On Thursday, May 18, the Assembly Judiciary Committee is holding a hearing on A4173. The bill, which is being sponsored by Asw. Marlene Caride (D-Ridgefield), would prohibit employers and employees from agreeing by contract to arbitrate any employment disputes, all under the guise of codifying a couple of New Jersey Supreme Court rulings.
Although the bill does not mention arbitration by name, it forbids employers from even offering contracts that include many characteristics of arbitration agreements.
While this change may skate by under the dubious arbitration doctrine adopted by the New Jersey Supreme Court, it is in direct conflict with federal law and United States Supreme Court doctrine. It would clearly be barred by yesterday’s Supreme Court decision in Kindred Nursing Centers v. Clark.

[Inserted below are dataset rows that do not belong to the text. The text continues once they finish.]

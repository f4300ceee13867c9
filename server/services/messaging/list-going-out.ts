import { and, asc, eq, gte, inArray, lt, or, sql } from 'drizzle-orm'
import { messages, patients, sites } from '#server/db/schema/index'
import { replySites } from '#server/policies/messaging'
import type { ServiceContext } from '#server/services/context'
import { dayBounds } from '#shared/domain/visit/site-day'

export interface GoingOutCursor { dueAt: Date, id: string }

/** What leaves for patients on the site's own day, what has left and what was held back, in order of time. Keyset-paged. */
export async function listGoingOut(ctx: ServiceContext, input: { limit: number, after?: GoingOutCursor }) {
  const siteIds = replySites(ctx.actor)
  if (!siteIds.length) return { rows: [], more: false, counts: [] }
  const [site] = await ctx.db.select({ zone: sites.zone }).from(sites).where(inArray(sites.id, siteIds)).limit(1)
  const { from, to } = dayBounds(site?.zone ?? 'UTC', ctx.now)
  const today = and(inArray(messages.siteId, siteIds), gte(messages.dueAt, from), lt(messages.dueAt, to), sql`${messages.recipientKey} = 'patient:' || ${messages.patientId}`)
  const after = input.after
  const [rows, counts] = await Promise.all([
    ctx.db.select({ message: messages, patient: patients }).from(messages).innerJoin(patients, eq(patients.id, messages.patientId))
      .where(and(today, after ? or(sql`${messages.dueAt} > ${after.dueAt.toISOString()}::timestamptz`, and(eq(messages.dueAt, after.dueAt), sql`${messages.id} > ${after.id}::uuid`)) : undefined))
      .orderBy(asc(messages.dueAt), asc(messages.id)).limit(input.limit + 1),
    ctx.db.select({ state: messages.state, n: sql<number>`count(*)::int` }).from(messages).where(today).groupBy(messages.state),
  ])
  return { rows: rows.slice(0, input.limit), more: rows.length > input.limit, counts }
}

Writing for a 7-1 majority, Justice Kagan noted that rules that hinge on a “primary characteristic” of an arbitration agreement, such as a trial by jury, fail to “put arbitration agreements on an equal plane with other contracts,” and therefore violate the Federal Arbitration Act, even if those rules are not limited to arbitration but also apply to “some other contracts implicating ‘fundamental’ constitutional rights.”
We are urging the Assembly Judiciary Committee to hold the bill.